__Task prompt__:
Filter the listing so that only lines with the word "record" remain.

===== Excerpted data =====

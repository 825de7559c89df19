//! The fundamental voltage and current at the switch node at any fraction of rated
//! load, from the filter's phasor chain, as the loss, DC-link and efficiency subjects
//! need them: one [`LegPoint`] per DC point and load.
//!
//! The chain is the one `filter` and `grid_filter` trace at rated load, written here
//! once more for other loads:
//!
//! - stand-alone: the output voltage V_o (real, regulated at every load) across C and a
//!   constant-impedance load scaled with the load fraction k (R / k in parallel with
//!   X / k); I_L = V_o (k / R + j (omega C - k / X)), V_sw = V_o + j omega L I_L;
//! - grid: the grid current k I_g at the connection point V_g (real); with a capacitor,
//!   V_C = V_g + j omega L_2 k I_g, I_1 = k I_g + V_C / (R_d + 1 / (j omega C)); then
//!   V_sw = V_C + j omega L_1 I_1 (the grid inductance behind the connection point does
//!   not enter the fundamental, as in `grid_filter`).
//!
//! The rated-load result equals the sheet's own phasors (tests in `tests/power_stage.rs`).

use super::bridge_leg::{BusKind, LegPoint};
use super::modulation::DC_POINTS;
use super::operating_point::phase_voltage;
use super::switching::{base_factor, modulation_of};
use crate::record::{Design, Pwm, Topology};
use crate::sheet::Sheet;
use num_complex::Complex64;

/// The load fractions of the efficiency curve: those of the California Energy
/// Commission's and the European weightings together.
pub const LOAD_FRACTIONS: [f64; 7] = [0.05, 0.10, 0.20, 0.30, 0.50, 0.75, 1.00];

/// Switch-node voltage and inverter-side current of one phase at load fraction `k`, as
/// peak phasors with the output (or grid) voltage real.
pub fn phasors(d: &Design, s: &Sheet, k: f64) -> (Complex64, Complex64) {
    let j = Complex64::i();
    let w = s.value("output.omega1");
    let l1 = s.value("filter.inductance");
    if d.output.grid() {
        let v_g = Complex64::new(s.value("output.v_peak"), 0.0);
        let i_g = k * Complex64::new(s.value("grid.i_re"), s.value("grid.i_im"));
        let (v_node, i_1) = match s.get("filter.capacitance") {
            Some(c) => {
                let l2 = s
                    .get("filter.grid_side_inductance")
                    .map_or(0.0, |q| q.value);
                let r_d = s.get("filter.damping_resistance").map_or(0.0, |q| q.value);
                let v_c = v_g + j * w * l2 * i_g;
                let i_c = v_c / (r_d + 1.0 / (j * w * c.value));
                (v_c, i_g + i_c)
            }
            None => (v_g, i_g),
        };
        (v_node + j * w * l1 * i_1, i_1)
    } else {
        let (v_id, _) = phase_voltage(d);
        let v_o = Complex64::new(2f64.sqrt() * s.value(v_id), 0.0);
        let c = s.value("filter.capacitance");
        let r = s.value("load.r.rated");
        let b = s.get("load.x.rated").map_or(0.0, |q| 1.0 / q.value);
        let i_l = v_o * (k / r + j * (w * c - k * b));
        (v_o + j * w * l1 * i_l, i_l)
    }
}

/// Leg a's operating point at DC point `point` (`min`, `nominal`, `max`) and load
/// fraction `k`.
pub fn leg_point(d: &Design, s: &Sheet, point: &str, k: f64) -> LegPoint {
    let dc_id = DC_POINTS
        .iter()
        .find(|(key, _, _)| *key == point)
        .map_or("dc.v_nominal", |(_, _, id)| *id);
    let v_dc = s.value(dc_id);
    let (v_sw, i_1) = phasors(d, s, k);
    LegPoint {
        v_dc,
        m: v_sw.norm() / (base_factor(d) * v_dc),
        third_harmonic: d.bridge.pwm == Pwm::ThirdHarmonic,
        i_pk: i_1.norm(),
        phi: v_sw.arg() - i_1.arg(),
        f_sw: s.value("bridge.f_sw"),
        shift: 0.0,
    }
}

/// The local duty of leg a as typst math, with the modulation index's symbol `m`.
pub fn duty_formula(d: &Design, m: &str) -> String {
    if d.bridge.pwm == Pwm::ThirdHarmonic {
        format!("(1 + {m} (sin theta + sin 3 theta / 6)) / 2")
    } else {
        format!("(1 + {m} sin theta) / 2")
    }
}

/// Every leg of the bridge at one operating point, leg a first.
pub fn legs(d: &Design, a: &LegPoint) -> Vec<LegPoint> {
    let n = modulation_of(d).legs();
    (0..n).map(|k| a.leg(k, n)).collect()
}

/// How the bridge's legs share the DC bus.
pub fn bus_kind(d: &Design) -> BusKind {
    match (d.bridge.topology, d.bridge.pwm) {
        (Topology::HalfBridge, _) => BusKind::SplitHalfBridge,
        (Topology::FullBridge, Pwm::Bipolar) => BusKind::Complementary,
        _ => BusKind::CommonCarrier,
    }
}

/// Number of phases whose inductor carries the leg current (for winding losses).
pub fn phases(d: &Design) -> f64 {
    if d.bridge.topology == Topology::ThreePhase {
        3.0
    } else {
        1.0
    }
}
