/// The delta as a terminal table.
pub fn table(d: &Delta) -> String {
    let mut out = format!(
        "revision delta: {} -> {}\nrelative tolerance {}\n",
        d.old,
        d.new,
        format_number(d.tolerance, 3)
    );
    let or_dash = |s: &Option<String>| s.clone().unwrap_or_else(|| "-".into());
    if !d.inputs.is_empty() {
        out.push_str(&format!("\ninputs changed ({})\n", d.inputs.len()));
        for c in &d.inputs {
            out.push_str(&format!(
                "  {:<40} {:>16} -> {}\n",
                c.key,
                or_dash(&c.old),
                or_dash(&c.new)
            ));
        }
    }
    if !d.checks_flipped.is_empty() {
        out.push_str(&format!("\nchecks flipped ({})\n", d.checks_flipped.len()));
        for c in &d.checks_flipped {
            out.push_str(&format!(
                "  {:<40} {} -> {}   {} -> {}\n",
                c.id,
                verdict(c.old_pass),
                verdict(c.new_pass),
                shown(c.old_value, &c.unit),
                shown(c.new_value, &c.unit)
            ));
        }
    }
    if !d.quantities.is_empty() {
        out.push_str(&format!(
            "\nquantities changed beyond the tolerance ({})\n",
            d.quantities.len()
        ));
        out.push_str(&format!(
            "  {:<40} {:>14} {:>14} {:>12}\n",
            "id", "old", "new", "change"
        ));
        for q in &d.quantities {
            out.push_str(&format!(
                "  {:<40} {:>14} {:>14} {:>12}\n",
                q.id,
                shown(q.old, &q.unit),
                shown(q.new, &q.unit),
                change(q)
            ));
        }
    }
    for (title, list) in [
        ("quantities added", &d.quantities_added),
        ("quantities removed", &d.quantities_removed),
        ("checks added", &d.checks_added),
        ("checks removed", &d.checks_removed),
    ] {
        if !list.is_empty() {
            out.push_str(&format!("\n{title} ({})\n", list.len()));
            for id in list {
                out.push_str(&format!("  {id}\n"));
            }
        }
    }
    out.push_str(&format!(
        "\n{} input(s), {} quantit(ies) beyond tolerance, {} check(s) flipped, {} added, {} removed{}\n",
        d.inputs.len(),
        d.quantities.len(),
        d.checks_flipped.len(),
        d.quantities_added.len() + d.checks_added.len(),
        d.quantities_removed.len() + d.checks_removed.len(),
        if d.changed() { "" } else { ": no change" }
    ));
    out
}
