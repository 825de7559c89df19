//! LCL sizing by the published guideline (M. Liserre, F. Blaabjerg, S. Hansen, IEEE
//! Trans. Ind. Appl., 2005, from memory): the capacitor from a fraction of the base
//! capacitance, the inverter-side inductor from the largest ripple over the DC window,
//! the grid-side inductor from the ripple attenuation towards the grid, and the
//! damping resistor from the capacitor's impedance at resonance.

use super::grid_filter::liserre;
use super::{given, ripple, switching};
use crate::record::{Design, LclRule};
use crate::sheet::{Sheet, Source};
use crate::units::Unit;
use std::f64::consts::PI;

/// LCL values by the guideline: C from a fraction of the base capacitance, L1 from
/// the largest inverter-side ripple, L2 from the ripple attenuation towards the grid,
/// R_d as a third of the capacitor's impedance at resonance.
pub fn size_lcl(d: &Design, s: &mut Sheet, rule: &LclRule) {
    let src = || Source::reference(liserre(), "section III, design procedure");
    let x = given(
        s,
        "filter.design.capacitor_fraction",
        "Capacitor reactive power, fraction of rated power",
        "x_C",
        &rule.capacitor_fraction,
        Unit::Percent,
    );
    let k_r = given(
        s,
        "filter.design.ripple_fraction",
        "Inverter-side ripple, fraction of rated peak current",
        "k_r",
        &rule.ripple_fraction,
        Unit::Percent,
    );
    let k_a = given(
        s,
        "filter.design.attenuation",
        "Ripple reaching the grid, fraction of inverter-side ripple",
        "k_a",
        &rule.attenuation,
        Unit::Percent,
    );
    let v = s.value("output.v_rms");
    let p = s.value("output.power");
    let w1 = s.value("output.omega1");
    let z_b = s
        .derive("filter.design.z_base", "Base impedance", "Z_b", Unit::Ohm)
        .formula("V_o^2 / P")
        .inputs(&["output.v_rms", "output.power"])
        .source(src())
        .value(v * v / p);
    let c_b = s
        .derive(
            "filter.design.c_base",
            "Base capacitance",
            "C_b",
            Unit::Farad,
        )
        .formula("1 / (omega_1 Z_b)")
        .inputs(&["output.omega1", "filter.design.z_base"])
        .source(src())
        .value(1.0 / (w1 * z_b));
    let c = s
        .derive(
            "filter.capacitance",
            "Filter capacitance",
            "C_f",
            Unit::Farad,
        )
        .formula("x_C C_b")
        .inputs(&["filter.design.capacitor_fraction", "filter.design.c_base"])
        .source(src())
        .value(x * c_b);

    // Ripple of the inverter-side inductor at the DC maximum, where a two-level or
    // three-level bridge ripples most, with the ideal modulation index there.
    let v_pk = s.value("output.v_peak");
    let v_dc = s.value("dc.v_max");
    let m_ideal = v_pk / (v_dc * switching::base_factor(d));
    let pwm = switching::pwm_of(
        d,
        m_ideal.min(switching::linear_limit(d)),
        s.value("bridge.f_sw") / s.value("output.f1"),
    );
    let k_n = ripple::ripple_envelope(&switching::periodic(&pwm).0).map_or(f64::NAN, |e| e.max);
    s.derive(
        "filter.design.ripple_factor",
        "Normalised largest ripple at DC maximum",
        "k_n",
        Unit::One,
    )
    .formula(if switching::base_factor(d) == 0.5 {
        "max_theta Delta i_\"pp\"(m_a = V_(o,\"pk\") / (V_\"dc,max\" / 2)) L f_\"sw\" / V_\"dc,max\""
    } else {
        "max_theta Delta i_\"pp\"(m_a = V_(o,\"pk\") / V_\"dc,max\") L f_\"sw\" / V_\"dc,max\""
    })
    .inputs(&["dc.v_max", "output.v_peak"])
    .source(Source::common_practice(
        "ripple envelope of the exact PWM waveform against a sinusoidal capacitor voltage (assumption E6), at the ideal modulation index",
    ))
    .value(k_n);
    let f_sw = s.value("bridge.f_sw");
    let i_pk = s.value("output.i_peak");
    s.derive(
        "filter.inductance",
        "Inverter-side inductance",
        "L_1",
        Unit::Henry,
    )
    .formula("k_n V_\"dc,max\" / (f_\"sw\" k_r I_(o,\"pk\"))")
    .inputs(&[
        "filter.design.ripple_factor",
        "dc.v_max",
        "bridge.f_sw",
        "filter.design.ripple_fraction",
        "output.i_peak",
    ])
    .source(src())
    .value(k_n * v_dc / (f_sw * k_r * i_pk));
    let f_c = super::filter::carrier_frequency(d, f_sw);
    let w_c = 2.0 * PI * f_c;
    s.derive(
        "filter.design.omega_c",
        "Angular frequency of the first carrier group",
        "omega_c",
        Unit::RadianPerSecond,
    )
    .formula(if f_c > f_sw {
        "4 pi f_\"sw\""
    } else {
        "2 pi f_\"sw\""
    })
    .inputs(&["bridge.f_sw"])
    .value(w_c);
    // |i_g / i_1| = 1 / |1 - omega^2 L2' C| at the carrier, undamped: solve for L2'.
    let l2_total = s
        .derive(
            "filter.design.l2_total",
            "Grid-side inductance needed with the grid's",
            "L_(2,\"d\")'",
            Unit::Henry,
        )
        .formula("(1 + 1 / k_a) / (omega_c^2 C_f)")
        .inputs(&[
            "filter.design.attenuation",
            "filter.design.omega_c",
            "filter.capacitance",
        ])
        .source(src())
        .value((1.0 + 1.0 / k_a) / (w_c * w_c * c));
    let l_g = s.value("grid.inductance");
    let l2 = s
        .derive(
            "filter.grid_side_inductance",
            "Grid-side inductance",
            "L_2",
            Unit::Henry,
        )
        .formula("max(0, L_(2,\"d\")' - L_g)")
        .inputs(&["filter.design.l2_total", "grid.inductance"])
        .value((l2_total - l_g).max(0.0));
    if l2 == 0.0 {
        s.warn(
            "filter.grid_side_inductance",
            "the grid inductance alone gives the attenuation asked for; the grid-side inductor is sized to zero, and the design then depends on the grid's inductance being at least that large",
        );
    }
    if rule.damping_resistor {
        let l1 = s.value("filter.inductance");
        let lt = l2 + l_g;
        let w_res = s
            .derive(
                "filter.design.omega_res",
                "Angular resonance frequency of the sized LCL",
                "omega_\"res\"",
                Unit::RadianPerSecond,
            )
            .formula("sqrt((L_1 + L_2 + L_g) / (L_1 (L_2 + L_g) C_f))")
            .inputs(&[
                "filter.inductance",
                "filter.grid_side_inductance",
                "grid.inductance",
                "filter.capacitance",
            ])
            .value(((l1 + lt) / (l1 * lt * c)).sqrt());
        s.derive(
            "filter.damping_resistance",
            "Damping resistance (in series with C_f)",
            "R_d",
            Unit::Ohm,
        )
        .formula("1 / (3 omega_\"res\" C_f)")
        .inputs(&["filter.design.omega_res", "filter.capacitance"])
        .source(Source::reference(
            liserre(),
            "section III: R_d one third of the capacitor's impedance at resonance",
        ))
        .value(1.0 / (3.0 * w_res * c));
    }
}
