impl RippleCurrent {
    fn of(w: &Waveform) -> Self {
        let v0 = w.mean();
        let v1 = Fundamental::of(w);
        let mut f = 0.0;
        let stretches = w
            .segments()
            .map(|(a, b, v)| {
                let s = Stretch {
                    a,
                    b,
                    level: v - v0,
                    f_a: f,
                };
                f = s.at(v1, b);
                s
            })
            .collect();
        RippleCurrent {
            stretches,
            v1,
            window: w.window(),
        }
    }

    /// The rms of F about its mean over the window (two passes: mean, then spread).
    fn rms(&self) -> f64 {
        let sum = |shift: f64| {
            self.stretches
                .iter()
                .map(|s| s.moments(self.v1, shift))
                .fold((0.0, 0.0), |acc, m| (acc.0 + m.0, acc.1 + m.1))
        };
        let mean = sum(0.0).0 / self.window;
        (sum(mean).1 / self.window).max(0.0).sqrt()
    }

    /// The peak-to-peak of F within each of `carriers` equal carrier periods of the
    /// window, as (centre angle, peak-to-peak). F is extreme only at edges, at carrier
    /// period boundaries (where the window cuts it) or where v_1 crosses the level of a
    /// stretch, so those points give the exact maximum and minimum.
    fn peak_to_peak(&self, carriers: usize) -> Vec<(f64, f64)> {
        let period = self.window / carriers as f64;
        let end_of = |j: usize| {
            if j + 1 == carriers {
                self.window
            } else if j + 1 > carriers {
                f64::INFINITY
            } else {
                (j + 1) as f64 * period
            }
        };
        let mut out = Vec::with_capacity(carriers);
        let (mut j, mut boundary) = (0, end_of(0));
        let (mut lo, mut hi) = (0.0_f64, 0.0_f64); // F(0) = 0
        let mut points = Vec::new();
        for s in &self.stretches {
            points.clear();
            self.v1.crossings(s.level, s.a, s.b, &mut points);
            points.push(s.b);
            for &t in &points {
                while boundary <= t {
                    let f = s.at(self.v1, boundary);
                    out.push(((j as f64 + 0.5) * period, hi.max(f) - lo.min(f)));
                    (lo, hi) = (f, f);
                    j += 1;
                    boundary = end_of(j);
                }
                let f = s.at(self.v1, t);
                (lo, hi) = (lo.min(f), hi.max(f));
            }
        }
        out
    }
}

=====

__Answer to this task__:
use crate::record::{Design, Pwm, Topology};
use crate::record::{Design, LclRule};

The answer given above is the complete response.